PROBLEM TO WORK ON: Take the listing below and print exactly the lines starting at the line containing "return getPreferredSize();" and ending at the line containing "public boolean getScrollableTracksViewportWidth()", both ends included, and no others.

DATA SUPPLIED:
● ● ●
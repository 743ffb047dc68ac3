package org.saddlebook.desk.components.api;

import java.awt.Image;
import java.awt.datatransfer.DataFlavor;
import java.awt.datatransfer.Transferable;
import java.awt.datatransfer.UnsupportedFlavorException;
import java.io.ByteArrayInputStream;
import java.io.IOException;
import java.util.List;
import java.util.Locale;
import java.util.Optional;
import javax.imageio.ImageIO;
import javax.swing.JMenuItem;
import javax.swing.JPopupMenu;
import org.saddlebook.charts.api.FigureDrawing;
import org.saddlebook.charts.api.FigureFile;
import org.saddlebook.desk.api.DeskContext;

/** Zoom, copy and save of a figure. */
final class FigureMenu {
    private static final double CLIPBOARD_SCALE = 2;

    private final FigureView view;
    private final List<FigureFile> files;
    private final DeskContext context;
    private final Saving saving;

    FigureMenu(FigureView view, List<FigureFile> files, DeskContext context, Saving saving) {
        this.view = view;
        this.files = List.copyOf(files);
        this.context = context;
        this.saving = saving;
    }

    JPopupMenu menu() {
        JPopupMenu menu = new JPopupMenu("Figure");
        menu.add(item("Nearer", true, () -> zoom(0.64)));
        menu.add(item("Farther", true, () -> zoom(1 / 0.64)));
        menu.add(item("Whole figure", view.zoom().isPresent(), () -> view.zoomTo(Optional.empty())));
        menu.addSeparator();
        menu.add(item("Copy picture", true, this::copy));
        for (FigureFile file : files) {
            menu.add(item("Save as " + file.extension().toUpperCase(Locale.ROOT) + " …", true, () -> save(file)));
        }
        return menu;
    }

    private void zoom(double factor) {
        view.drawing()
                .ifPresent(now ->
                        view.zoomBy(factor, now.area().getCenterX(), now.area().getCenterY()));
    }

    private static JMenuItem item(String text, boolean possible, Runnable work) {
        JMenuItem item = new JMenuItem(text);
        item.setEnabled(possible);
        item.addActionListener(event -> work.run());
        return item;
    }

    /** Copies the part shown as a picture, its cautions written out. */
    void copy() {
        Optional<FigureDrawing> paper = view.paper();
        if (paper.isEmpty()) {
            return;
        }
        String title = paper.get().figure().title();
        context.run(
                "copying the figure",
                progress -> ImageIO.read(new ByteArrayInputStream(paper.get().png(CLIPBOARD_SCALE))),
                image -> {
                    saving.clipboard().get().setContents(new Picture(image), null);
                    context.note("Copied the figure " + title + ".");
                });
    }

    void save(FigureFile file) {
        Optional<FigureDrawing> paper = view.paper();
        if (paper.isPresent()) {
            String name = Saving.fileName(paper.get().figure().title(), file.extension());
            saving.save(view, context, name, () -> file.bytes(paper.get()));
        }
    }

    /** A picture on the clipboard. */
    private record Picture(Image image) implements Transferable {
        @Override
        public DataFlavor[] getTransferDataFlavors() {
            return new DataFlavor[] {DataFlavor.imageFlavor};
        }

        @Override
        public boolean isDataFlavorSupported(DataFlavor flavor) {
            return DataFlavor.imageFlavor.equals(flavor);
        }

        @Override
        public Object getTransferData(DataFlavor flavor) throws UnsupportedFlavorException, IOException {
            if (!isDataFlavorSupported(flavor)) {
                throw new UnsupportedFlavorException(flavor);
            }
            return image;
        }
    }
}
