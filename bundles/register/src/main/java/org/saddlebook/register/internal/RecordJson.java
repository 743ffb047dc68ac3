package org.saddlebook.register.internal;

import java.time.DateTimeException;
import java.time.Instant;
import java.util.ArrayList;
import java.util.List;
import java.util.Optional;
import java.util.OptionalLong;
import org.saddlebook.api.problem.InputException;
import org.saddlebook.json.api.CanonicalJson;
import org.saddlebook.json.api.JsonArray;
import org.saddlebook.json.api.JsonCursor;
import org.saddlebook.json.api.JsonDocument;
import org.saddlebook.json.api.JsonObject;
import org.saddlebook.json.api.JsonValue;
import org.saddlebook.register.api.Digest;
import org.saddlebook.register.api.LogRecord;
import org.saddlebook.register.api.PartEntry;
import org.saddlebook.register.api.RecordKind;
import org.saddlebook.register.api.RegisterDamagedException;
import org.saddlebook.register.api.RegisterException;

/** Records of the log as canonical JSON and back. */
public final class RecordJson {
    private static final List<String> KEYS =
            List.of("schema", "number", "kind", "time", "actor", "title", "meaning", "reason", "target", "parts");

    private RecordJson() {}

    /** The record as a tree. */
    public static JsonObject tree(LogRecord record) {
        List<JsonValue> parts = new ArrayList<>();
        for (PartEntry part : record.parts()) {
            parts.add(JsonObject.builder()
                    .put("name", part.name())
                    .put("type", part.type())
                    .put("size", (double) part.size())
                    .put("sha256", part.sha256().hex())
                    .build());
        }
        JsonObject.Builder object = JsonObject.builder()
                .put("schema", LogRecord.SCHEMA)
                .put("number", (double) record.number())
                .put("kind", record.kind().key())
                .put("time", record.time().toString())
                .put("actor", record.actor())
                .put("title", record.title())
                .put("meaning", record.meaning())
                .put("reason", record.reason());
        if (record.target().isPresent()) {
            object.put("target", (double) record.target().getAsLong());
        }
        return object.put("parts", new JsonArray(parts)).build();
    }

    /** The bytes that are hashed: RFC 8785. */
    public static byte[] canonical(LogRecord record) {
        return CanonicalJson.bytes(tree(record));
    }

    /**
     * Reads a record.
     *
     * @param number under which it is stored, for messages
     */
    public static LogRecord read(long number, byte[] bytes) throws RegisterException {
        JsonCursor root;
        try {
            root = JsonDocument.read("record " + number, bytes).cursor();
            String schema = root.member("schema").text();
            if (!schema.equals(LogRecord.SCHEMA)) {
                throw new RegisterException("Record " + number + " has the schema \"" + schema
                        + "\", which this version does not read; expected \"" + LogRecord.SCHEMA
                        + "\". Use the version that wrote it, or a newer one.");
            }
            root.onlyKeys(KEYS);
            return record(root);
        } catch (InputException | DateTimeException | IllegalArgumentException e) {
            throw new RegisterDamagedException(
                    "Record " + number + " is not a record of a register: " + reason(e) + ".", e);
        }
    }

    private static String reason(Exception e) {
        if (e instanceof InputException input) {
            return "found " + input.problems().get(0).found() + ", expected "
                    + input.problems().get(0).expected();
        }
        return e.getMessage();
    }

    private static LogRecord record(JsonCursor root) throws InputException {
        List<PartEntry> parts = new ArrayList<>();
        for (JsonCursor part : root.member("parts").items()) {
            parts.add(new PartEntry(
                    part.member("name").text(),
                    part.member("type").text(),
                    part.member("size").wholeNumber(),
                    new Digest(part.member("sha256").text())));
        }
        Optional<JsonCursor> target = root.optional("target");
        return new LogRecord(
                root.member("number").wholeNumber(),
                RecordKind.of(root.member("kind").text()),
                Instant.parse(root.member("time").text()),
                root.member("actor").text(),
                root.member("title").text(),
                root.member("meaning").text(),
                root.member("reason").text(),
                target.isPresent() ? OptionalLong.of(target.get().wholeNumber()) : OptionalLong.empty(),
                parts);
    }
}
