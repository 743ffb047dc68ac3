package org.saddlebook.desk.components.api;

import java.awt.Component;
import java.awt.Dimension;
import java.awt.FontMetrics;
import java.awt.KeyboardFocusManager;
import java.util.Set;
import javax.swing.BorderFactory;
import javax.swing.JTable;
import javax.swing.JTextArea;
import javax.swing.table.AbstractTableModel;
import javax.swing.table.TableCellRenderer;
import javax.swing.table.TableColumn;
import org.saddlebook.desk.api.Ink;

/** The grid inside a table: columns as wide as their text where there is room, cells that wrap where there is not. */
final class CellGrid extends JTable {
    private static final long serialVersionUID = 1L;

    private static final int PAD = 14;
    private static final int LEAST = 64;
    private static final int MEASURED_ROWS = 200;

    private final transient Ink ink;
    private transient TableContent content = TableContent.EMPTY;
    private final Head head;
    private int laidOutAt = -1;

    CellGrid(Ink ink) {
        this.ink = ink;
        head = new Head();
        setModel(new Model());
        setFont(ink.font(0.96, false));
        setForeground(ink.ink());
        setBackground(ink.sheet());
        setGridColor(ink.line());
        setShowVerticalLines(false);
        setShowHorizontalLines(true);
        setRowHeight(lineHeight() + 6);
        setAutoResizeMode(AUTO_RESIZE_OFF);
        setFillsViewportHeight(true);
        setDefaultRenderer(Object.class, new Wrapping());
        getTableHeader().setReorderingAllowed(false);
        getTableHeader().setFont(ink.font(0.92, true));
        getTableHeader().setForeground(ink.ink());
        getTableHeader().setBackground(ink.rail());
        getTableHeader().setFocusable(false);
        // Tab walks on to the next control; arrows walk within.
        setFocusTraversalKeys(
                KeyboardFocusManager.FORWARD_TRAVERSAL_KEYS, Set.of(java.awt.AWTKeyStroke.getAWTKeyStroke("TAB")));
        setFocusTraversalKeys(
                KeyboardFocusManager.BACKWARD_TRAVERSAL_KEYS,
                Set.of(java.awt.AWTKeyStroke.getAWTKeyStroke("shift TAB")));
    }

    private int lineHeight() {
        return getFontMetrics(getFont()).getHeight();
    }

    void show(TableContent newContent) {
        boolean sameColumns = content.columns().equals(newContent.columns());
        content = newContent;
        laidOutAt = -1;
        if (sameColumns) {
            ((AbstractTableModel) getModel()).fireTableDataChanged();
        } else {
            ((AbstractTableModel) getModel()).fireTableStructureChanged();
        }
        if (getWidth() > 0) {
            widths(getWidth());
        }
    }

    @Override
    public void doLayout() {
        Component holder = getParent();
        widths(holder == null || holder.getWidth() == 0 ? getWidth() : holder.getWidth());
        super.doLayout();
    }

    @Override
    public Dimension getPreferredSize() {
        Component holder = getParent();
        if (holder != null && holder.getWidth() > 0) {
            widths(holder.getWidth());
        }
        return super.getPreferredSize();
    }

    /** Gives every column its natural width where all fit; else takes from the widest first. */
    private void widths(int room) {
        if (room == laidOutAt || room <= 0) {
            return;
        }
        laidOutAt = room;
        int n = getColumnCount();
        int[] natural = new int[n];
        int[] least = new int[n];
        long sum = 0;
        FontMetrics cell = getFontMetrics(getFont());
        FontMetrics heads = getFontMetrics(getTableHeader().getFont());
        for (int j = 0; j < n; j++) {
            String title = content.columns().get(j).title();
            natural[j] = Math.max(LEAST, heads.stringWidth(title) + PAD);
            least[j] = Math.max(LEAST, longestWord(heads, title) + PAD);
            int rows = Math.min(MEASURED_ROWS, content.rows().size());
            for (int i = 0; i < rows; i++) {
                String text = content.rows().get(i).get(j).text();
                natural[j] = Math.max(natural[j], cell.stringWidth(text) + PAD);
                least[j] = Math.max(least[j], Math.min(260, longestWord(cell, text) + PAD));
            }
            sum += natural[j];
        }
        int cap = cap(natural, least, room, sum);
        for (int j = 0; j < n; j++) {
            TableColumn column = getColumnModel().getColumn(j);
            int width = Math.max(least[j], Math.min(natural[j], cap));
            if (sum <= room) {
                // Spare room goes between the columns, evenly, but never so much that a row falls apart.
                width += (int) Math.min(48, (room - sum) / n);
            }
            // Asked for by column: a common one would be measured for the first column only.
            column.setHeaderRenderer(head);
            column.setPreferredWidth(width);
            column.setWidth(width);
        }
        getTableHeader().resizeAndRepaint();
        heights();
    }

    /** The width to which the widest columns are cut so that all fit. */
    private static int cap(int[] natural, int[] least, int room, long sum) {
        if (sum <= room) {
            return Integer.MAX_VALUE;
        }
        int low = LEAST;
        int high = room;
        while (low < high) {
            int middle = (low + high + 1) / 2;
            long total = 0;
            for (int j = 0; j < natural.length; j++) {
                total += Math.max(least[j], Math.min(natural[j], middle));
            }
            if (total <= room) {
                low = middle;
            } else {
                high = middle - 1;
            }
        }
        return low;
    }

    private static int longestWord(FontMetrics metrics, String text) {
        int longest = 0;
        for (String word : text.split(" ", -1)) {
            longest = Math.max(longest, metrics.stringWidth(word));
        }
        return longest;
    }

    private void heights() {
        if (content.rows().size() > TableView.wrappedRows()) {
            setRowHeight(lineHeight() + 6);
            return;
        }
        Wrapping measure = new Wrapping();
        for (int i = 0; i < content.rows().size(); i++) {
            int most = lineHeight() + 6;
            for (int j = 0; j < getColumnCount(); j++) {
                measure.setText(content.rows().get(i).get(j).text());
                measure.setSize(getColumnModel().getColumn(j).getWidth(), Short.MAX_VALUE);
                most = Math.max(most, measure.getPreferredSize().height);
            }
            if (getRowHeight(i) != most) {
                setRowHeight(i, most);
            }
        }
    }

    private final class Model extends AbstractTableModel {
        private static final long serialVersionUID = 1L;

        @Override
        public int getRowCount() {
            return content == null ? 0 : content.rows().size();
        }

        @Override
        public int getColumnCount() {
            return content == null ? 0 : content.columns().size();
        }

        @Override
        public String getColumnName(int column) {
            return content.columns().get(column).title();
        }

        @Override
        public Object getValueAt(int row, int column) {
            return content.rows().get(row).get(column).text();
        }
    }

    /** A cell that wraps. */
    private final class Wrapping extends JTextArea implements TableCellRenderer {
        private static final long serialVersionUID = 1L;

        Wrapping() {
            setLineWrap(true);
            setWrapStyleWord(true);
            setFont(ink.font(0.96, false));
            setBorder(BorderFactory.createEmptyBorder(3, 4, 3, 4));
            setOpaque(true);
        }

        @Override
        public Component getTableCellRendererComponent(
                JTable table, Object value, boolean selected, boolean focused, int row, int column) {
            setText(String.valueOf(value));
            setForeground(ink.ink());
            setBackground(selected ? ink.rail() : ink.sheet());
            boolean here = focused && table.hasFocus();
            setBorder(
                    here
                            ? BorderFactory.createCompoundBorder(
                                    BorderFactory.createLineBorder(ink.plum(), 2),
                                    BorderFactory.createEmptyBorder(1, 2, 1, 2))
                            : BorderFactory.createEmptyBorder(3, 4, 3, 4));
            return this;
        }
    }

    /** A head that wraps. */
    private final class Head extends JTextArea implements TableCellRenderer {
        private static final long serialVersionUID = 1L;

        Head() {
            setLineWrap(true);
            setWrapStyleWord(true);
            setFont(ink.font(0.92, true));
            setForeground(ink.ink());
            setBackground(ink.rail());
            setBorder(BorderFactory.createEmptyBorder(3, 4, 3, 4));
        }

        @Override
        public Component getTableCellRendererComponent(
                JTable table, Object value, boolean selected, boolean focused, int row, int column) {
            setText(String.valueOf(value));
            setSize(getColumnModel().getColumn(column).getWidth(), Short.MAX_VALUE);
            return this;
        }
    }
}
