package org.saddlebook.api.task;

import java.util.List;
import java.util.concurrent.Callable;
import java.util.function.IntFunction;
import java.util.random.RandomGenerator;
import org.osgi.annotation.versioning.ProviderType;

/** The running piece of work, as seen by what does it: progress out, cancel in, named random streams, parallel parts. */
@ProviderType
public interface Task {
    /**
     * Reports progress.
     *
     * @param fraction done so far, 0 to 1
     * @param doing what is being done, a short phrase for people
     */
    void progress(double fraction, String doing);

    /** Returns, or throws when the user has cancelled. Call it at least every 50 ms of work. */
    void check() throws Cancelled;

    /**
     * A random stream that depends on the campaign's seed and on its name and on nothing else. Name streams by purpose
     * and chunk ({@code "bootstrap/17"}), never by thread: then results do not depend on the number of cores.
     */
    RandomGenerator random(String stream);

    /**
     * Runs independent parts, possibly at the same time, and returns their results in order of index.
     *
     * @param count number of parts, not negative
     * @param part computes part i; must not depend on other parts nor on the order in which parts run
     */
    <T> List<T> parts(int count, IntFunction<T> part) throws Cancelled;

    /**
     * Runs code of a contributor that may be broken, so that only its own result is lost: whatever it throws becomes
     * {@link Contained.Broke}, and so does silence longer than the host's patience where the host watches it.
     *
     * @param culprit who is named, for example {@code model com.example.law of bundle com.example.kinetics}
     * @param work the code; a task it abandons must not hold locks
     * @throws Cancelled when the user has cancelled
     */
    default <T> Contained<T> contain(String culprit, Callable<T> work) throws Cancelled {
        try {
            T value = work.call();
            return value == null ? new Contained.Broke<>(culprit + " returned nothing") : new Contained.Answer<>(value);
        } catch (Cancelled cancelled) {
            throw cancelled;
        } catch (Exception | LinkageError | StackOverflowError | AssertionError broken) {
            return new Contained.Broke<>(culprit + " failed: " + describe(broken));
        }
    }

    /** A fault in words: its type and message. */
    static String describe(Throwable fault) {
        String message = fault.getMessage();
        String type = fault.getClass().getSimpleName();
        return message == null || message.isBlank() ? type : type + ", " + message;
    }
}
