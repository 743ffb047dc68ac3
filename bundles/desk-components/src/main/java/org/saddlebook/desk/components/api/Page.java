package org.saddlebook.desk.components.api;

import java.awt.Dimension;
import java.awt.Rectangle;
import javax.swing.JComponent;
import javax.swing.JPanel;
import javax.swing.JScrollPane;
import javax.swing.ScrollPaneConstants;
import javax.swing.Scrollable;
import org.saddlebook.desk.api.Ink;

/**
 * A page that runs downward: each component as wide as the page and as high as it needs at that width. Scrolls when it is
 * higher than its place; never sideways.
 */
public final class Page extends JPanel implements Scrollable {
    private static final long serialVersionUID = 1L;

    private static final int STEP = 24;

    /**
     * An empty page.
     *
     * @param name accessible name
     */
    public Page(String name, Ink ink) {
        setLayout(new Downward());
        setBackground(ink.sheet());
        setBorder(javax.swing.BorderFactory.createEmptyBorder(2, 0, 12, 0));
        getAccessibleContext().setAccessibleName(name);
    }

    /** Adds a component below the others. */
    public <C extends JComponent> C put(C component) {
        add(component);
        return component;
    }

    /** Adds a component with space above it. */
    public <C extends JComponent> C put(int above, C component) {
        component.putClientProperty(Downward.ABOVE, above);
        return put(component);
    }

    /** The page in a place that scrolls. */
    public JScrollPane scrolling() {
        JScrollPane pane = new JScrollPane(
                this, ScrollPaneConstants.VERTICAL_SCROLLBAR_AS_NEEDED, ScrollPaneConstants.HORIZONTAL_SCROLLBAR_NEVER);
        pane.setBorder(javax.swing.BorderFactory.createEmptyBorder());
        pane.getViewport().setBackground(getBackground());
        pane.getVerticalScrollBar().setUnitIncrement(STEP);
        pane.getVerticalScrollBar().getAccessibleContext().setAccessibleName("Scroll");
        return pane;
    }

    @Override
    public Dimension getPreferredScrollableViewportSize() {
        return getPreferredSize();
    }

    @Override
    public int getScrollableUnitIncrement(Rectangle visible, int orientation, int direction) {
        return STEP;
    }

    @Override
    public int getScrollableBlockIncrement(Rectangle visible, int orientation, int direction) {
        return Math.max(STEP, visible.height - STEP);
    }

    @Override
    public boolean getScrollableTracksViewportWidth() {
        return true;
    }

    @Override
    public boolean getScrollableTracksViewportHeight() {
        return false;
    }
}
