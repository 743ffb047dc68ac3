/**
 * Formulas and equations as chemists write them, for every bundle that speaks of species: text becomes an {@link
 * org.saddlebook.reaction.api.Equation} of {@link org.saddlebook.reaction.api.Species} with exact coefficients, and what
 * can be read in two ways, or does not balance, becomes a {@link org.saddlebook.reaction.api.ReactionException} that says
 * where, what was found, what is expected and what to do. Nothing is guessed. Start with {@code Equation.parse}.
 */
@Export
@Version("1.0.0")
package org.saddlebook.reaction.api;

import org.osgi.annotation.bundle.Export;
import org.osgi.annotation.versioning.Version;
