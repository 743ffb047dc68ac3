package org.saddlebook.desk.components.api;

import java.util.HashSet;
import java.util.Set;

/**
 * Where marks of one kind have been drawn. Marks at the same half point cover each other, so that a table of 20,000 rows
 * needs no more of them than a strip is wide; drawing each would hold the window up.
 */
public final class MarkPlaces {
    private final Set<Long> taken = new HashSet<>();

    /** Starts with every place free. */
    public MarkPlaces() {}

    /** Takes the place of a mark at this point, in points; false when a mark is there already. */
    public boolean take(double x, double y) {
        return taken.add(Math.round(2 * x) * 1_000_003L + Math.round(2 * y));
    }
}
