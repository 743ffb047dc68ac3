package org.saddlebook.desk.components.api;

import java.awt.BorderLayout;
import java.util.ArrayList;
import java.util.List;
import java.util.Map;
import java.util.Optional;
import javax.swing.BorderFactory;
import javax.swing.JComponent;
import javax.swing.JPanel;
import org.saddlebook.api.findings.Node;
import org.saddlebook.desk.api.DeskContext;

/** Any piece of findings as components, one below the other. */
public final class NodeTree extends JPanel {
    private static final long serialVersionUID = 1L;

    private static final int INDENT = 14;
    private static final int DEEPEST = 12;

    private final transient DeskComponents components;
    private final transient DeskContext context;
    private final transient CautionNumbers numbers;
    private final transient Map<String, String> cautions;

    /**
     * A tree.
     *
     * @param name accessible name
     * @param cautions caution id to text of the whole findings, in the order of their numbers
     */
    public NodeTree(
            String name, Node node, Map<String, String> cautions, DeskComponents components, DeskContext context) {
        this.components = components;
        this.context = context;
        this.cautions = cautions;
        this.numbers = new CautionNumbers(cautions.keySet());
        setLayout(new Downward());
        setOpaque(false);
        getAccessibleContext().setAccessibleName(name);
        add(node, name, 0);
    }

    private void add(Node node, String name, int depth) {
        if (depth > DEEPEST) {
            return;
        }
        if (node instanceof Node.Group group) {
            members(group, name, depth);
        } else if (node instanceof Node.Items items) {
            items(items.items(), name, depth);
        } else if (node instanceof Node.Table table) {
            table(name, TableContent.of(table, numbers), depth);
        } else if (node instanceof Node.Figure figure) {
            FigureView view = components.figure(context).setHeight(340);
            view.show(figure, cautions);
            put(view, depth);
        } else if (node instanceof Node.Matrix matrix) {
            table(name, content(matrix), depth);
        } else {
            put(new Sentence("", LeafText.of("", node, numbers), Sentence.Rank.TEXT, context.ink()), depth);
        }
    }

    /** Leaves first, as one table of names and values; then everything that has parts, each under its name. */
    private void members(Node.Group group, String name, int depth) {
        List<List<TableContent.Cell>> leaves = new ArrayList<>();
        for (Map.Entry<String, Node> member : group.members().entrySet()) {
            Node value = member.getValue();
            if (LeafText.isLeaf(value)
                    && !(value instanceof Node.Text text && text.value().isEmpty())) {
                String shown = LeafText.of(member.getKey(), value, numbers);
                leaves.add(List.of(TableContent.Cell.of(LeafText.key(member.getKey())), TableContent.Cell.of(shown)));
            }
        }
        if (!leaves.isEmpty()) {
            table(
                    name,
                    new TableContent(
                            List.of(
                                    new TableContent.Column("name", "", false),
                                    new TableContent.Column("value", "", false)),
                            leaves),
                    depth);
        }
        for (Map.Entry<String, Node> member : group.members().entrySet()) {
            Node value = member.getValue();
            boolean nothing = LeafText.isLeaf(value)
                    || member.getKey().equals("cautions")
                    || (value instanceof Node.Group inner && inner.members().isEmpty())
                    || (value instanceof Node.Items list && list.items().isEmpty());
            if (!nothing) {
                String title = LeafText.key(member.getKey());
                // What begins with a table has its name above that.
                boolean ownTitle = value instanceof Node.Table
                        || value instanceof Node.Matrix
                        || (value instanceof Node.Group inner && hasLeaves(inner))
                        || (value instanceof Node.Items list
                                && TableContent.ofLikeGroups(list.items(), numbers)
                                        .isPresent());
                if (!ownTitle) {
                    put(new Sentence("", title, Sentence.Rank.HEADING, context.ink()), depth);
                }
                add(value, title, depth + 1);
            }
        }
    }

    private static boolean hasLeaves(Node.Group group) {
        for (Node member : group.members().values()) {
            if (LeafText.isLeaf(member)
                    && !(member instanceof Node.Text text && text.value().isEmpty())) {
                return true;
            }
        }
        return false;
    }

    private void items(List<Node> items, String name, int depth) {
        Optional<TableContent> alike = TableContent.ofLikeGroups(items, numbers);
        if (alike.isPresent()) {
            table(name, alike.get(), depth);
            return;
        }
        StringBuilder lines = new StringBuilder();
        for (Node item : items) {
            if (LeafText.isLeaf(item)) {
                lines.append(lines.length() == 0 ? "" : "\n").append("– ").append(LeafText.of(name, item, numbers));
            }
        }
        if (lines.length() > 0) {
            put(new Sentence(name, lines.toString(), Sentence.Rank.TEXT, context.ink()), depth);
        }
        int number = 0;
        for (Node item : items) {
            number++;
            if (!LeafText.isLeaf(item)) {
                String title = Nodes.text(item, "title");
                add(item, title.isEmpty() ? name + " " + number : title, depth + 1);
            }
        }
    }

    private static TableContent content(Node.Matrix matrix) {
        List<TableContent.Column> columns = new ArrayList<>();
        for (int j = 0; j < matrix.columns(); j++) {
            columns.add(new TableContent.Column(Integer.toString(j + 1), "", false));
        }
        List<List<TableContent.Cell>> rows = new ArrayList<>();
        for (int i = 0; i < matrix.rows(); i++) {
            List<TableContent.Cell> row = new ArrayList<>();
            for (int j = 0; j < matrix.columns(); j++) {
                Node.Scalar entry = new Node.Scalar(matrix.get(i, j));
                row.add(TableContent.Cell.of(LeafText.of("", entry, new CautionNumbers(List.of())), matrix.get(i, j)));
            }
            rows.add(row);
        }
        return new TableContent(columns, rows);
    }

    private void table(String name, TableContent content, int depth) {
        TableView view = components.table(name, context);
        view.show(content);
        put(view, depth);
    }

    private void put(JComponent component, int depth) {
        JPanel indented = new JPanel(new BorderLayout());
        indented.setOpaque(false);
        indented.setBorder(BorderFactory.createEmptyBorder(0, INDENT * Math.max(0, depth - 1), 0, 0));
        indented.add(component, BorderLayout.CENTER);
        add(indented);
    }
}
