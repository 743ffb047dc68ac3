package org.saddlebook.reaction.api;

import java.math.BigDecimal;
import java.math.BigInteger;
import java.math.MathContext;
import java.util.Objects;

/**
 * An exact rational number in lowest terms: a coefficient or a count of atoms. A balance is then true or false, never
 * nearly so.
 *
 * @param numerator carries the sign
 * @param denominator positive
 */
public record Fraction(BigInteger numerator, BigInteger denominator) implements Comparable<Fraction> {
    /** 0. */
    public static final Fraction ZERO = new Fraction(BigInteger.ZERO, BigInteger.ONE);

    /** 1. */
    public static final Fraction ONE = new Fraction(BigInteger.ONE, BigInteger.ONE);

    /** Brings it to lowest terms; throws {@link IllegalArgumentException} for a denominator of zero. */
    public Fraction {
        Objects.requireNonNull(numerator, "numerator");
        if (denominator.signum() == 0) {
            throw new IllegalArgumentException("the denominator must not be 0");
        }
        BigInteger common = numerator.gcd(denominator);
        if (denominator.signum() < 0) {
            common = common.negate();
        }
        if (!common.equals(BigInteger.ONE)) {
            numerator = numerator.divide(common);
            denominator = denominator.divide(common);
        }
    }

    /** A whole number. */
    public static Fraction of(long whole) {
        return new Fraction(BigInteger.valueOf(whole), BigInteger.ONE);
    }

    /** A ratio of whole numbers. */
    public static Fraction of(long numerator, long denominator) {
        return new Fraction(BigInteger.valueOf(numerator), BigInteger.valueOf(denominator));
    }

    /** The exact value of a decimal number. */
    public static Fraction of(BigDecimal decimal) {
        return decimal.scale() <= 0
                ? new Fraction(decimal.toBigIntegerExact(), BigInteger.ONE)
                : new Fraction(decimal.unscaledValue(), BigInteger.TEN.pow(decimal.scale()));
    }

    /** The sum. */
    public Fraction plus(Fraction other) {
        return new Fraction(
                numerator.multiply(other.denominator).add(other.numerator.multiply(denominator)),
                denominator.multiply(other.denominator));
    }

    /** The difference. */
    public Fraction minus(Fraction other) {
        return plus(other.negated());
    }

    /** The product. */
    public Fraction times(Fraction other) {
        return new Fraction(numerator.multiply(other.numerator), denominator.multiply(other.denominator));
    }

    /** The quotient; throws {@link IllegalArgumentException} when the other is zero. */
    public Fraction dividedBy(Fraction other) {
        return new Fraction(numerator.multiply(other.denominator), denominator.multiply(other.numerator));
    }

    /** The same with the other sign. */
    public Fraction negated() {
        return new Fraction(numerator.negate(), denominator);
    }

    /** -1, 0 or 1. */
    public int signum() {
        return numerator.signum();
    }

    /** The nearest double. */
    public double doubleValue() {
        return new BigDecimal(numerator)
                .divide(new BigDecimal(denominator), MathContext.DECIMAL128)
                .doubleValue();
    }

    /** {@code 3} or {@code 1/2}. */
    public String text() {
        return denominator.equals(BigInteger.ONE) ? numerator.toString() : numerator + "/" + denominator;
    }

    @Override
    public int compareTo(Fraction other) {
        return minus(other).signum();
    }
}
● ● ●
TASK RESULT:
        return getPreferredSize();
    }

    @Override
    public int getScrollableUnitIncrement(Rectangle visible, int orientation, int direction) {
        return STEP;
    }

    @Override
    public int getScrollableBlockIncrement(Rectangle visible, int orientation, int direction) {
        return Math.max(STEP, visible.height - STEP);
    }

    @Override
    public boolean getScrollableTracksViewportWidth() {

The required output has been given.